We studied the saturation of loss and the light-induced change of the refractive index in fused silica doped with silver nanoparticles. We used a self-consistent formalism in which saturation is included by the intensity-dependent intrinsic dielectric function of the metal NPs both within the frame of the generalized Maxwell-Garnet approach and a generalized discrete-dipole formalism for NPs with arbitrary shape. The numerical results show that the total absorption coefficient exhibit strong saturation behavior near the plasmon resonance. For spherical silver NPs with a diameter smaller than 20 nm the composite acts as a saturable absorber at 400 nm with a saturation intensity of about 10 MW/cm^{2}. Increasing the NP diameter leads to a small shift of the plasmon resonance and a larger increase of the saturation intensity. The wavelength range of saturated absorption can be significantly shifted in the whole ultraviolet, visible and near-infrared spectral region by using metal NPs with nonspherical shapes. As an example we studied a composite containing silver nanorods and predicted saturable absorption at 600 nm with a saturation intensity of 12 MW/cm^{2}. We also studied the light-induced changes of the refraction index and the field enhancement factor in the above given examples and predicted that both the nonlinear refraction index and the field enhancement factor decreases with increasing intensity.

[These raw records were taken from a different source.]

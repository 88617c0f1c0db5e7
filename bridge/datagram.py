"""Fixed-layout datagrams: the bridge over UDP with frames of a fixed binary layout, for
simulators that cannot speak msgpack. docs/protocol.md section 16 is the authority.

The layout is agreed out of band: declared in the scenario (``[bridge.layout]``) or in a layout
file named on the command line (``--layout FILE``), and set up the same on the simulator. Each
direction has its own layout: an optional uint32 counter, an optional float64 time [s], then
the signals in the order listed, each float32 or float64, all in one byte order. No handshake
and no serialisation library: a frame is those bytes and nothing else, and one of the wrong
length is rejected and counted (``frame-length``).

The runtime's side is the msgpack session's (bridge/session.py) with :class:`FixedCodec` in
place of the msgpack codec: the same lockstep and free-running exchanges, watchdogs, sequence
tracking and rejection counts. The stand-in simulator's side is :func:`serve`.

Two counter values of the runtime->simulator frame are requests, not actuations:
``START`` (0xFFFFFFFF) asks for the first sample (lockstep) or starts the simulator's clock
(free-running); ``END`` (0xFFFFFFFE) ends the session. A run has at most 2e9 ticks
(scenario.MAX_TICKS), so a tick number never reaches them.
"""
from __future__ import annotations

import difflib
import functools
import math
import struct
import time
from dataclasses import dataclass
from pathlib import Path
from typing import Any, Callable

import numpy as np

from .errors import BridgeError, ProtocolError

#: the counter value of the start request (runtime -> simulator)
START = 0xFFFFFFFF
#: the counter value of the end request (runtime -> simulator)
END = 0xFFFFFFFE
#: the largest tick number a counter carries
MAX_COUNTER = END - 1

TYPES = {"float32": "f", "float64": "d"}
BYTE_ORDERS = {"little": "<", "big": ">"}
#: runtime -> simulator values that are not plant inputs: the runtime's output enable (1.0 on,
#: 0.0 off: the simulator blocks the power stage) and its interlock word (float64 only)
EXTRA_ACTUATION = ("output_enable", "interlock_word")
DIRECTION_KEYS = {"signals", "type", "byte_order", "counter", "time"}
LAYOUT_KEYS = {"sample", "actuation", "type", "byte_order"}


class LayoutError(ValueError):
    """A layout that cannot be used: the message names the file, the key, the value and the fix."""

Besides other possible applications the obtained results could be interesting for mode locking of lasers. In particular in the short-wavelength range below 700 nm advantageous saturable absorbers are still missing. As an example saturable absorbers for mode locking of high-power diode lasers in the spectral range of 400 nm are of high interest. Composites doped with metal NPs could enable the fabrication of new types of such broadband elements with ultrafast response time. In order to realize small linear loss, a thin layer of metal nanoparticles with small filling factors can be deposited on the surface of an appropriate substrate material both in reflection or transmission geometries yielding saturable absorbers with small modulation depth with a saturation intensity in the range of or larger than 10 MW/cm^{2}.